Much of the subsequent media frenzy around these ground breaking amendments, threaten fines up to R500,000 and/or imprisonment up to 10 years. Although this was the clear intention when the Amendment Act was first published in 2009, it appears that the actual sanctions require some clarification.
This is because the April 2016 Proclamation only brought into effect certain sections of the 2009 Amendment Act. It did not bring into force the proposed amendment to our existing Competition Act, which would have included this new collusion offence as one which attracts fines up to R500,000 and/or imprisonment up to 10 years (s74). The result is that, for the time being, the new collusion offence falls into the category in our existing Act which provides for fines up to R2,000 and/or imprisonment up to six months.
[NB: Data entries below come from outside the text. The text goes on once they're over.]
# %% [markdown]
"""The fraction that is still regular after infinitely many bounces.

Verdicts after an eighth, a quarter, a half and all of the bounces show how chaotic orbits that stick to islands are
found out one by one.  What is extrapolated, as a power of the number of bounces, is by default all that has not been
found chaotic yet; with ``--regular`` it is what has been found regular, which tends to the same limit but can rise at
first, while orbits are still undecided.

    python scripts/studies/regular_fraction_at_infinity.py first_sweep.zarr --select harmonic=2
"""

# %%
from __future__ import annotations

from collections.abc import Sequence

from study_tools import DoneTable, answer, done_tables, open_selected, print_rows, store_parser

from scanner.quantities import REGULAR_LIBRATIONAL, REGULAR_ROTATIONAL, UNDECIDED
from scanner.statistics import EXPONENT_RANGE, extrapolate_fraction, verdict_fractions

LATE = 4
"""Horizons that count, from an eighth of the bounces on: before, orbits are found out that do not stick at all."""


# %%
def row_of(table: DoneTable, codes: set[int], section: bool, exponents: tuple[float, float]) -> dict[str, object]:
    """Extrapolate one table."""
    verdicts = table.orbits["verdict_by_horizon"].values[:, -LATE:]
    fractions = verdict_fractions(verdicts, codes, table.replicates, None if section else table.chords)
    found = extrapolate_fraction(table.root["horizon"].values[-LATE:], fractions, exponents=exponents)
    return {
        **table.parameters,
        "last": found.last,
        "last_stderr": found.last_stderr,
        "at_infinity": found.value,
        "stderr": found.stderr,
        "low": found.low,
        "high": found.high,
        "exponent": found.exponent,
        "undecided": found.reason,
    }


# %%
def main(arguments: Sequence[str] | None = None) -> None:
    """Print one row a table."""
    parser = store_parser(__doc__)
    parser.add_argument("--section", action="store_true", help="fraction of the section instead of the energy shell")
    parser.add_argument("--regular", action="store_true", help="only what has been found regular")
    parser.add_argument(
        "--exponents",
        nargs=2,
        type=float,
        default=EXPONENT_RANGE,
        metavar=("LOW", "HIGH"),
        help="range of the exponent of stickiness, equally probable in it (default: %(default)s)",
    )
    options = parser.parse_args(arguments)
    codes = {REGULAR_ROTATIONAL, REGULAR_LIBRATIONAL} | (set() if options.regular else {UNDECIDED})
    tree = open_selected(options.store, options.select)
    low, high = options.exponents
    print_rows([row_of(table, codes, options.section, (low, high)) for table in done_tables(tree)])


# %%
if __name__ == "__main__":
    answer(main, example=["../../out/first_sweep.zarr", "--select", "harmonic=2"])
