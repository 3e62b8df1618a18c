# %% [markdown]
"""The amplitude at which a quantity crosses a level, and how well it is known.

By default where half of the energy shell has turned chaotic.  The interval is a bootstrap over the replicates of each
table; the mean is a straight line between neighbouring tables, and the column ``interpolation`` says how far a
smoother line would move the value.

    python scripts/studies/critical_amplitude.py first_sweep.zarr --level 0.5
"""

# %%
from __future__ import annotations

from collections.abc import Sequence

import numpy as np
import xarray as xr
from study_tools import answer, done_tables, open_selected, print_rows, store_parser

from scanner.analysis import swept_parameters
from scanner.errors import ScannerError
from scanner.quantities import CHAOTIC, REGULAR_LIBRATIONAL, REGULAR_ROTATIONAL, UNDECIDED
from scanner.statistics import Crossing, find_crossing, verdict_fractions

STORED = ("regular_volume_fraction", "regular_area_fraction")
COUNTED = {
    "chaotic_area_fraction": CHAOTIC,
    "undecided_area_fraction": UNDECIDED,
    "rotational_area_fraction": REGULAR_ROTATIONAL,
    "librational_area_fraction": REGULAR_LIBRATIONAL,
}
"""Fractions whose replicates are not stored but follow from the verdicts of the orbits."""


# %%
def replicates_of(tree: xr.DataTree, quantity: str) -> xr.DataArray:
    """Read or count a quantity by replicate; NaN for tables that are not done."""
    root = tree.to_dataset()
    if quantity in STORED:
        return root[f"{quantity}_replicates"]
    found = xr.full_like(root["regular_area_fraction_replicates"], np.nan)
    for table in done_tables(tree):
        counted = verdict_fractions(table.orbits["verdict"].values, {COUNTED[quantity]}, table.replicates)
        found.loc[table.parameters] = counted
    return found


def describe(crossing: Crossing) -> str:
    """Say what stands in the way of a single value."""
    if len(crossing.crossings) > 1:
        return "crosses at " + ", ".join(f"{place:.5g}" for place in crossing.crossings)
    return "" if crossing.crossings else "does not cross"


# %%
def main(arguments: Sequence[str] | None = None) -> None:
    """Print one row for each combination of the other swept parameters."""
    parser = store_parser(__doc__)
    parser.add_argument("--quantity", default=STORED[0], choices=[*STORED, *COUNTED], metavar="VARIABLE",
                        help=f"one of {', '.join([*STORED, *COUNTED])} (default: %(default)s)")  # fmt: skip
    parser.add_argument("--level", type=float, default=0.5, help="level to cross (default: %(default)s)")
    parser.add_argument("--along", default="amplitude", help="swept parameter (default: %(default)s)")
    parser.add_argument("--resamples", type=int, default=2000, help="of the bootstrap (default: %(default)s)")
    parser.add_argument("--seed", type=int, default=1, help="of the bootstrap (default: %(default)s)")
    options = parser.parse_args(arguments)
    tree = open_selected(options.store, options.select)
    names = swept_parameters(tree)
    if options.along not in names:
        raise ScannerError(f"--along {options.along}: not one of the swept parameters {', '.join(names) or '(none)'}")
    values = replicates_of(tree, options.quantity).sortby(options.along)
    others = [name for name in names if name != options.along]
    generator = np.random.default_rng(options.seed)
    rows: list[dict[str, object]] = []
    for index in np.ndindex(*(values.sizes[name] for name in others)):
        line = values.isel(dict(zip(others, index, strict=True))).transpose(options.along, "replicate")
        held = {name: line[name].item() for name in others}
        if np.isfinite(line.values).all(axis=1).sum() < 2:
            rows.append({**held, "note": "fewer than two tables are done"})
            continue
        crossing = find_crossing(
            line[options.along].values, line.values, options.level, generator=generator, resamples=options.resamples
        )
        rows.append(
            {
                **held,
                options.along: crossing.value,
                "stderr": crossing.stderr,
                "low": crossing.low,
                "high": crossing.high,
                "interpolation": crossing.interpolation,
                "unique": crossing.unique,
                "note": describe(crossing),
            }
        )
    print(f"{options.quantity} = {options.level:g} (interval of 95 %)")
    print_rows(rows)


# %%
if __name__ == "__main__":
    answer(main, example=["../../out/first_sweep.zarr"])
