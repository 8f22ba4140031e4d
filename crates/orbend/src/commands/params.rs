//! `orbend params`: the values in use, each with its source.

use orbend_report::{params_document, params_text, to_json};
use orbend_structure::Element;

use super::{parameter_set, text_options};
use crate::arguments::{NumberingChoice, ParamsArguments};
use crate::failure::Failure;
use crate::outputs::Outputs;
use crate::write::write_stdout;

pub(crate) fn run(arguments: &ParamsArguments) -> Result<(), Failure> {
    let outputs = Outputs::check(&arguments.out, &["json"])?;
    let elements = arguments
        .elements
        .iter()
        .map(|word| {
            Element::from_symbol(word).ok_or_else(|| {
                let failure = Failure::request(format!("`{word}` is no element symbol"));
                match Element::suggest(word) {
                    Some(element) => failure.fix(format!("did you mean {}?", element.symbol())),
                    None => failure.fix("use symbols such as Si or F"),
                }
            })
        })
        .collect::<Result<Vec<_>, _>>()?;
    let set = parameter_set(arguments.params.as_deref(), &arguments.variant)?;
    let document =
        params_document(&set, &elements).map_err(|error| Failure::request(error.to_string()))?;
    outputs.write(|_| Ok(to_json(&document).map_err(Failure::document)?.into_bytes()))?;
    if arguments.json {
        write_stdout(to_json(&document).map_err(Failure::document)?.as_bytes())
    } else {
        write_stdout(params_text(&document, &text_options(NumberingChoice::Core)).as_bytes())
    }
}
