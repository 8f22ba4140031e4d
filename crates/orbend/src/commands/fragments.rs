//! The argument of `--fragments`.

use orbend_scan::ScanError;
use orbend_scan::Sweep;
use orbend_scan::reasons::{Fragment, FragmentAnalysis};

use crate::failure::Failure;

/// Reads it for a molecule of so many atoms.
pub(crate) fn fragments(text: &str, atoms: usize) -> Result<Vec<Fragment>, Failure> {
    Fragment::parse(text, atoms)
        .map_err(|error| Failure::from_library(error).within(&format!("--fragments {text}")))
}

/// A fragment that cannot be solved.
pub(crate) fn fragment_failure(error: ScanError) -> Failure {
    Failure::scan(&error).within("--fragments")
}

/// At every point of a sweep.
pub(crate) fn along(
    sweep: &Sweep,
    fragments: &[Fragment],
) -> Result<Vec<orbend_report::FragmentsRecord>, Failure> {
    (0..sweep.points())
        .map(|point| {
            let analysis =
                FragmentAnalysis::new(sweep, point, fragments).map_err(fragment_failure)?;
            orbend_report::fragments_record(sweep.plan(), &analysis).map_err(Failure::document)
        })
        .collect()
}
The original proposed amendments received strong criticism. If intentional, this s74 omission could be an attempt to retain personal, criminal liability as a deterrence to collusion, albeit with ‘softer’ sanctions than originally envisaged. While a R2,000 fine may be a mere slap on the wrist for a wealthy executive, facing a possible criminal record, disqualification as a director and significant reputational damage, topped with six months jail time, is scarier than a career limiting move. Arguably, Mr Patel has not softened the blow and what remains is a strong incentive not to collude.
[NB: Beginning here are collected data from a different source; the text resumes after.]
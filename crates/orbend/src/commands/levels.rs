//! `orbend levels`: one geometry.

use orbend_report::{
    FigureOptions, SurfaceChoiceError, distortions_record, fragments_record, interaction_figure,
    levels_csv, levels_document, levels_figure, levels_text, named_surfaces, surfaces_glb,
    surfaces_text, to_json,
};
use orbend_scan::SURFACE_SHARES;

use orbend_scan::reasons::{Distortions, FragmentAnalysis};

use super::figure::{self, Rendering};
use super::fragments::{fragment_failure, fragments};
use super::geometry_text::geometry_text;
use super::sweep::in_pool;
use super::{csv, provenance, resolve, text_options};
use crate::arguments::LevelsArguments;
use crate::failure::Failure;
use crate::outputs::Outputs;
use crate::write::write_stdout;

pub(crate) fn run(arguments: &LevelsArguments) -> Result<(), Failure> {
    let output = &arguments.output;
    let outputs = Outputs::check(
        &output.out,
        &["json", "csv", "svg", "png", "pdf", "glb", "xyz"],
    )?;
    check_surface(arguments, &outputs)?;
    let resolved = resolve(
        &arguments.geometry,
        Vec::new(),
        &arguments.model,
        output.numbering,
    )?;
    let sweep = in_pool(arguments.jobs, || resolved.request.run())?
        .map_err(|error| Failure::scan(&error).within(&arguments.geometry))?;
    let mut document = levels_document(&sweep, &provenance(&resolved.geometry, output.numbering))
        .map_err(|error| Failure::result(&error).within(&arguments.geometry))?;
    if arguments.distortions {
        let distortions = in_pool(arguments.jobs, || Distortions::new(&resolved.request))?
            .map_err(|error| Failure::scan(&error).within(&arguments.geometry))?;
        document.distortions =
            Some(distortions_record(&distortions, None).map_err(Failure::document)?);
    }
    if let Some(text) = &arguments.fragments {
        let fragments = fragments(text, resolved.request.molecule.len())?;
        let analysis = FragmentAnalysis::new(&sweep, 0, &fragments).map_err(fragment_failure)?;
        document.fragments =
            Some(fragments_record(sweep.plan(), &analysis).map_err(Failure::document)?);
    }
    let surfaces = in_pool(arguments.jobs, || {
        named_surfaces(
            &sweep,
            &arguments.surface.surface,
            figure::numbering(output.numbering),
            arguments.surface.share,
        )
    })?
    .map_err(|error| match error {
        SurfaceChoiceError::Scan(error) => Failure::scan(&error),
        other => Failure::from_library(other),
    })?;
    outputs.write(|ending| {
        Ok(match ending {
            "json" => to_json(&document).map_err(Failure::document)?.into_bytes(),
            "csv" => csv(|out| levels_csv(&document, out))?,
            "glb" => surfaces_glb(&document, &surfaces).map_err(Failure::from_library)?,
            "xyz" => resolved.geometry.to_xyz().into_bytes(),
            _ => {
                let options = FigureOptions {
                    numbering: figure::numbering(output.numbering),
                    ..FigureOptions::default()
                };
                let figure = if document.fragments.is_some() {
                    interaction_figure(&document, &options)
                } else {
                    levels_figure(&document, &options)
                };
                Rendering::default().bytes(figure, ending)?
            }
        })
    })?;
    if output.json {
        write_stdout(to_json(&document).map_err(Failure::document)?.as_bytes())
    } else {
        let options = text_options(output.numbering);
        let start = geometry_text(&resolved.geometry, options.width);
        let text = start + &levels_text(&document, &options) + &surfaces_text(&surfaces, &options);
        write_stdout(text.as_bytes())
    }
}

/// Surfaces need a file and a file needs surfaces, with a share that can be enclosed.
fn check_surface(arguments: &LevelsArguments, outputs: &Outputs<'_>) -> Result<(), Failure> {
    let asked = &arguments.surface;
    match (asked.surface.is_empty(), outputs.any(&["glb"])) {
        (true, true) => {
            return Err(Failure::request(
                "a .glb file holds the surfaces of orbitals, but none is named",
            )
            .fix("name them: --surface 5a1"));
        }
        (false, false) => {
            return Err(Failure::request(format!(
                "--surface {}: there is no file to write it to",
                asked.surface.join(",")
            ))
            .fix("add --out orbital.glb"));
        }
        _ => {}
    }
    // The lattice keeps its promise of the share in this range.
    if !SURFACE_SHARES.contains(&asked.share) {
        return Err(Failure::request(format!(
            "--share {}: not a share of the density that a surface can enclose",
            asked.share
        ))
        .fix("give a number from 0.01 to 0.99; 0.8 is the default"));
    }
    Ok(())
}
Competition law training and audits undoubtedly need to be at the top of the compliance agenda for directors and all employees who act in management roles. Caution should not however come at the risk of stifling pro-competitive, innovative behaviour. For example, bona fide efficiency-enhancing joint ventures between competitors potentially contribute to the economy’s growth and development. Seeking expert competition law advice can assist in balancing the obvious need for strict compliance (in avoidance of jail time), against the desire for lawful collaboration with competitors in a transactional or business environment.
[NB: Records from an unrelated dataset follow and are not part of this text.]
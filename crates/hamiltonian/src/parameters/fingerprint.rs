//! SHA-256 over the values in use.

use std::fmt::Write;

use sha2::{Digest, Sha256};

use super::element::ElementParameters;

/// One line per element and shell in use, elements by atomic number: symbol, shell, Hᵢᵢ in eV,
/// (exponent:coefficient) pairs as published. Numbers are written so that they read back to the
/// same double; sources and names do not enter.
pub(crate) fn canonical_text<'a>(elements: impl Iterator<Item = &'a ElementParameters>) -> String {
    let mut text = String::new();
    for element in elements {
        for shell in element.shells() {
            // Writing to a String cannot fail.
            let _ = write!(
                text,
                "{} {} {:?}",
                element.element().symbol(),
                shell.name(),
                shell.hii_ev
            );
            for (zeta, coefficient) in &shell.published {
                let _ = write!(text, " {zeta:?}:{coefficient:?}");
            }
            text.push('\n');
        }
    }
    text
}

/// `sha256:` and 64 hexadecimal digits.
pub(crate) fn fingerprint(text: &str) -> String {
    let digest = Sha256::digest(text.as_bytes());
    let mut out = String::from("sha256:");
    for byte in &digest[..] {
        let _ = write!(out, "{byte:02x}");
    }
    out
}

#[cfg(test)]
mod tests {
    use super::*;

    #[test]
    fn known_digest() {
        // FIPS 180-4 example "abc".
        assert_eq!(
            fingerprint("abc"),
            "sha256:ba7816bf8f01cfea414140de5dae2223b00361a396177a9cb410ff61f20015ad"
        );
    }
}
The controversial reverse onus provision (s73A(5)) was also not promulgated. In terms of this proposed amendment, a settlement agreement approved by the Tribunal containing an admission of liability, or a finding by the competition authorities, that the firm had engaged in collusion, could constitute prima facie proof of the contravention. This omission of a provision which undermined the rights to a fair trial and to be presumed innocent until proven guilty, was assumedly intentionally aimed at averting constitutional challenges.
However, it remains that the National Prosecuting Authority (NPA), as opposed to the specialist competition authorities, will be responsible for prosecuting these new criminal offences. The competition authorities have had many successes in routing out anti-competitive behaviour with the use of their leniency programme. Going forward disclosures to the competition authorities, whether during leniency or in general dealings, are likely going to become much more circumspect. This is because of the risk of evidence of self-incrimination, which could be used by the NPA.
While white-collar crime deserves its day in court, given South Africa’s uphill battles against the most heinous of crimes and our overcrowded jails, one wonders whether this is currently the wisest use of the NPA’s limited resources.